BEGIN

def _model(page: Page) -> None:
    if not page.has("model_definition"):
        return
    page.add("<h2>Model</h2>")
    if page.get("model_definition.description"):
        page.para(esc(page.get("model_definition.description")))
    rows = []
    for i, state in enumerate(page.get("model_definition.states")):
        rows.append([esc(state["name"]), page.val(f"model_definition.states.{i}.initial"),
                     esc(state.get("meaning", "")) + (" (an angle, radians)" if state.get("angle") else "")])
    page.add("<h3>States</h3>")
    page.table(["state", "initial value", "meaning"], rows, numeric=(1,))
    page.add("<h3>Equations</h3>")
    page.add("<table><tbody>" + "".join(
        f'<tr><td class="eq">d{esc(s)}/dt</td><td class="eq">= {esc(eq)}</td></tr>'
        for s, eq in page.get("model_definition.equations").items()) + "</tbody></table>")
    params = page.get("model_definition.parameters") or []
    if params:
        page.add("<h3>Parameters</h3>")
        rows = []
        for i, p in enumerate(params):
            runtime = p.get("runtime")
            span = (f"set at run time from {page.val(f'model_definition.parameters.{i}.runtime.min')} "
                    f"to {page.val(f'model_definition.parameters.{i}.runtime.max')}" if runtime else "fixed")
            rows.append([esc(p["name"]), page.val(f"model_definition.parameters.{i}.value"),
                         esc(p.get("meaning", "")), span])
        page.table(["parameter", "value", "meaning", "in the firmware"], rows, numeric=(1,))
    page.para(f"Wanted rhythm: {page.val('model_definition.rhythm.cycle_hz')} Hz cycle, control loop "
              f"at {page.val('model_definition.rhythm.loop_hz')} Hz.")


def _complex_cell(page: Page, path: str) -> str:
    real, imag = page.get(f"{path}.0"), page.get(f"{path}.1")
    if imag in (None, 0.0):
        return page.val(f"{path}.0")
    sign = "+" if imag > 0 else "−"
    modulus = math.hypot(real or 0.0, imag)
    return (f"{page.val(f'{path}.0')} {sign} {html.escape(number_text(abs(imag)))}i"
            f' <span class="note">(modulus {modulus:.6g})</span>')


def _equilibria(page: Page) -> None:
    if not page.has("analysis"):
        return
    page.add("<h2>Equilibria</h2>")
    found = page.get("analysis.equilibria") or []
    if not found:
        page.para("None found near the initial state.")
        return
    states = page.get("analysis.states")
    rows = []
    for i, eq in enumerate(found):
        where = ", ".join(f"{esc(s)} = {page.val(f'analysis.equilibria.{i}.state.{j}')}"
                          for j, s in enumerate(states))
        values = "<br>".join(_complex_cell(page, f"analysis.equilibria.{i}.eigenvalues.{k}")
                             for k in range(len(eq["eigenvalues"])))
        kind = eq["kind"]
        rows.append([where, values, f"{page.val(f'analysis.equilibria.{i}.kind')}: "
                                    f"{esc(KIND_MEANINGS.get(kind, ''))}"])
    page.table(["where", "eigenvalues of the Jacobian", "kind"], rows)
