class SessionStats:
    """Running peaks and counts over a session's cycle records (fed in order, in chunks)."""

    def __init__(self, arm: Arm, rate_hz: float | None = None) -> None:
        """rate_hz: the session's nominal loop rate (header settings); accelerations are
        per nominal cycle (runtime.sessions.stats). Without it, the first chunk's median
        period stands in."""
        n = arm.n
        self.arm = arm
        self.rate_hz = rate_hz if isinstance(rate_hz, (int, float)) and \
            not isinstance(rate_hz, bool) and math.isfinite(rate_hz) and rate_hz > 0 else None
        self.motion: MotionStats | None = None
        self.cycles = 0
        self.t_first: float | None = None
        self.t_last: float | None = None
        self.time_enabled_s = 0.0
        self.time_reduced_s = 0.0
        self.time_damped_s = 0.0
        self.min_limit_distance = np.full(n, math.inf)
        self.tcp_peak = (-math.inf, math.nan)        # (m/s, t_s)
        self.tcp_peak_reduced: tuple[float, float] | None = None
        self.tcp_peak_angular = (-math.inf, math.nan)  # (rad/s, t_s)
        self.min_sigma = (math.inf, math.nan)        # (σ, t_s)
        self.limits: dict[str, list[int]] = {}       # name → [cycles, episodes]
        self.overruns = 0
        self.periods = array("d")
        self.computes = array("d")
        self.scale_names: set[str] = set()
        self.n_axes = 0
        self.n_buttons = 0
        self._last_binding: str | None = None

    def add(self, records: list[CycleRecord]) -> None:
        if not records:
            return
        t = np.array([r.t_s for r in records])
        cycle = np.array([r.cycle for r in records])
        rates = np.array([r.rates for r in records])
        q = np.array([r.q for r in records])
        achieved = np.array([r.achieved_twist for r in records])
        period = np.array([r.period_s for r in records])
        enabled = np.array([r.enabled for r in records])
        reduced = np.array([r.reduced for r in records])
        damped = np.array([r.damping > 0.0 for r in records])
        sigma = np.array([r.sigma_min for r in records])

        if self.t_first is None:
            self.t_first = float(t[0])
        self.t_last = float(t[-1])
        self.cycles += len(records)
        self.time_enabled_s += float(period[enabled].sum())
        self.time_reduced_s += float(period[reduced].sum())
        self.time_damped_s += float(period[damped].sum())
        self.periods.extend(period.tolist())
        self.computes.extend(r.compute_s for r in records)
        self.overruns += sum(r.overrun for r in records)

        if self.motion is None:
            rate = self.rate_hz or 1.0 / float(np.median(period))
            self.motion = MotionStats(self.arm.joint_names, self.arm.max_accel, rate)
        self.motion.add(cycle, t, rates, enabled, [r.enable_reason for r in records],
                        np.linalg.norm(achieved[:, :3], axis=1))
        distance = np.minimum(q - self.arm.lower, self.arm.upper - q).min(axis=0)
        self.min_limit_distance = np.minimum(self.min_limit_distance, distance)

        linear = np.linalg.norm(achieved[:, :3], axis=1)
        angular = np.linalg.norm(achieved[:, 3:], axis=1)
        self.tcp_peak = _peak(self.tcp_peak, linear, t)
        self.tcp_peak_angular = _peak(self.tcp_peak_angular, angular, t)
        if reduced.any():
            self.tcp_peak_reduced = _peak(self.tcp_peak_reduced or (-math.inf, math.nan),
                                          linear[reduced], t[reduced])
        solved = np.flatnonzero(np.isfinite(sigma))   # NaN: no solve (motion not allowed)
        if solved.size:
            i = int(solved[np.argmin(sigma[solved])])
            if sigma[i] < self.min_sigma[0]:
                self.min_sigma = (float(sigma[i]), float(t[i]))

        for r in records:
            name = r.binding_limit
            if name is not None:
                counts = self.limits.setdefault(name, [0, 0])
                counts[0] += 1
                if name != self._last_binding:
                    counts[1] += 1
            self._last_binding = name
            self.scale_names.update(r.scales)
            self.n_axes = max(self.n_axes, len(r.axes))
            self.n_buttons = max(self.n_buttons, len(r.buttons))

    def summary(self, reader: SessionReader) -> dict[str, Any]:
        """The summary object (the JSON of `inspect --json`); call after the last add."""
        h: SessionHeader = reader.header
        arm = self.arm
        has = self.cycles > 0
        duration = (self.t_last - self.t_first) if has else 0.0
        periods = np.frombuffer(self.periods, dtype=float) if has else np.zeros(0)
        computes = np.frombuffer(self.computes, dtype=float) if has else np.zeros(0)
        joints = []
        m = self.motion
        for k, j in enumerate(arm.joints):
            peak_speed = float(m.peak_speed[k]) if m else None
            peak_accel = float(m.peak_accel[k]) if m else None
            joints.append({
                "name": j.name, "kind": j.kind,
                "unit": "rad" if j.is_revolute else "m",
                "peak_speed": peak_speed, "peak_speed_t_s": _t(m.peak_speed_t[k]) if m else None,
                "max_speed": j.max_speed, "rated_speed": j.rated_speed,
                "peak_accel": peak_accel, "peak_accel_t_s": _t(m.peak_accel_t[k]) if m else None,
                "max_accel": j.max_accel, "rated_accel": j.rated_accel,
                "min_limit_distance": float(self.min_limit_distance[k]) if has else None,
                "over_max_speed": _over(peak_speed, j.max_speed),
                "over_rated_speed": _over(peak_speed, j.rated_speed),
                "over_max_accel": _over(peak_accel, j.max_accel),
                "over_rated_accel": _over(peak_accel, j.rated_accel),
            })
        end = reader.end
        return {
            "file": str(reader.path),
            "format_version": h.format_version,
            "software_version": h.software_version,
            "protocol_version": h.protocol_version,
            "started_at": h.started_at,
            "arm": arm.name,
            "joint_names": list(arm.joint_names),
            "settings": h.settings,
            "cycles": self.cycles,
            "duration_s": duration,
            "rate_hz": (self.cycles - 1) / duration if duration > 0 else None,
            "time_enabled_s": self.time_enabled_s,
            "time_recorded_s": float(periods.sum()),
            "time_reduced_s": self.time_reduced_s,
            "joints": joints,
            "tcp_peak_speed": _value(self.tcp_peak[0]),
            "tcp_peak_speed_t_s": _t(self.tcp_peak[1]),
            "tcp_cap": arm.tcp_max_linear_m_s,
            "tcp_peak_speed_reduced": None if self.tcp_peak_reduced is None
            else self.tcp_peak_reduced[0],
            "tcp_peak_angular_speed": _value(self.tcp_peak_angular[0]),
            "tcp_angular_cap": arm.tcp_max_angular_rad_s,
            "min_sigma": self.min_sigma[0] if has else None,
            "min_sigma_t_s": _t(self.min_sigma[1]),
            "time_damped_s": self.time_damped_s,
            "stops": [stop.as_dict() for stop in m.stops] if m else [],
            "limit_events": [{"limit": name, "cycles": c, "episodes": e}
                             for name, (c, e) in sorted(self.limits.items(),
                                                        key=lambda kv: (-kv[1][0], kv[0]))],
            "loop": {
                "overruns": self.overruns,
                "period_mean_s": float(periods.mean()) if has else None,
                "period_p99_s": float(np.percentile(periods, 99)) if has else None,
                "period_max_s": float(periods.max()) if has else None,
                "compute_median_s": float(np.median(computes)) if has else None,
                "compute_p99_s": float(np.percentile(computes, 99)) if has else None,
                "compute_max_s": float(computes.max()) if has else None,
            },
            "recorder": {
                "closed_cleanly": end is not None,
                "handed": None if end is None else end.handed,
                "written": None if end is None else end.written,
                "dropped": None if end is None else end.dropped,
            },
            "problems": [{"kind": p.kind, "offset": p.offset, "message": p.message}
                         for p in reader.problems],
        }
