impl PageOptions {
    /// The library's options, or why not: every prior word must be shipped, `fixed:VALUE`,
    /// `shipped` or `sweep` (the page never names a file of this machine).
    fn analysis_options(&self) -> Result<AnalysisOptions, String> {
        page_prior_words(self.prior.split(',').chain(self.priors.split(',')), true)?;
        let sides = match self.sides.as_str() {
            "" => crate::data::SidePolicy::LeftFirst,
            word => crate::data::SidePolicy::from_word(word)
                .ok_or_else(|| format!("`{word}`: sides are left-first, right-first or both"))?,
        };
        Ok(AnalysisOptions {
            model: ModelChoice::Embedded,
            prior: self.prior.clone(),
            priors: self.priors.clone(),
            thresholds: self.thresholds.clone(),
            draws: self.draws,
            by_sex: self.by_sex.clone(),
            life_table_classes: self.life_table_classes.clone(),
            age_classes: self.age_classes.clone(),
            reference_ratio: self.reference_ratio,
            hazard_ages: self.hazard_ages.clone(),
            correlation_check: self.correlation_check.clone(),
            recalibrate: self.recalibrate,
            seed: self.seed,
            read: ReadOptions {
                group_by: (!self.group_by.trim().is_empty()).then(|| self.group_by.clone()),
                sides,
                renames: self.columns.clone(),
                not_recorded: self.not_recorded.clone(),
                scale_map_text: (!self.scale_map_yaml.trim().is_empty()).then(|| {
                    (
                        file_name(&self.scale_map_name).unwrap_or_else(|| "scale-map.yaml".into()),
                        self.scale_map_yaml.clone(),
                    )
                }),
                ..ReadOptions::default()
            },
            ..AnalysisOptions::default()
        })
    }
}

END

» **EXERCISE DETAILS**
Start with the first line. Please copy exactly each line of the listing through the one with "for i, state", including it.

» **EXERCISE SOLUTION**
def _model(page: Page) -> None:
    if not page.has("model_definition"):
        return
    page.add("<h2>Model</h2>")
    if page.get("model_definition.description"):
        page.para(esc(page.get("model_definition.description")))
    rows = []
    for i, state in enumerate(page.get("model_definition.states")):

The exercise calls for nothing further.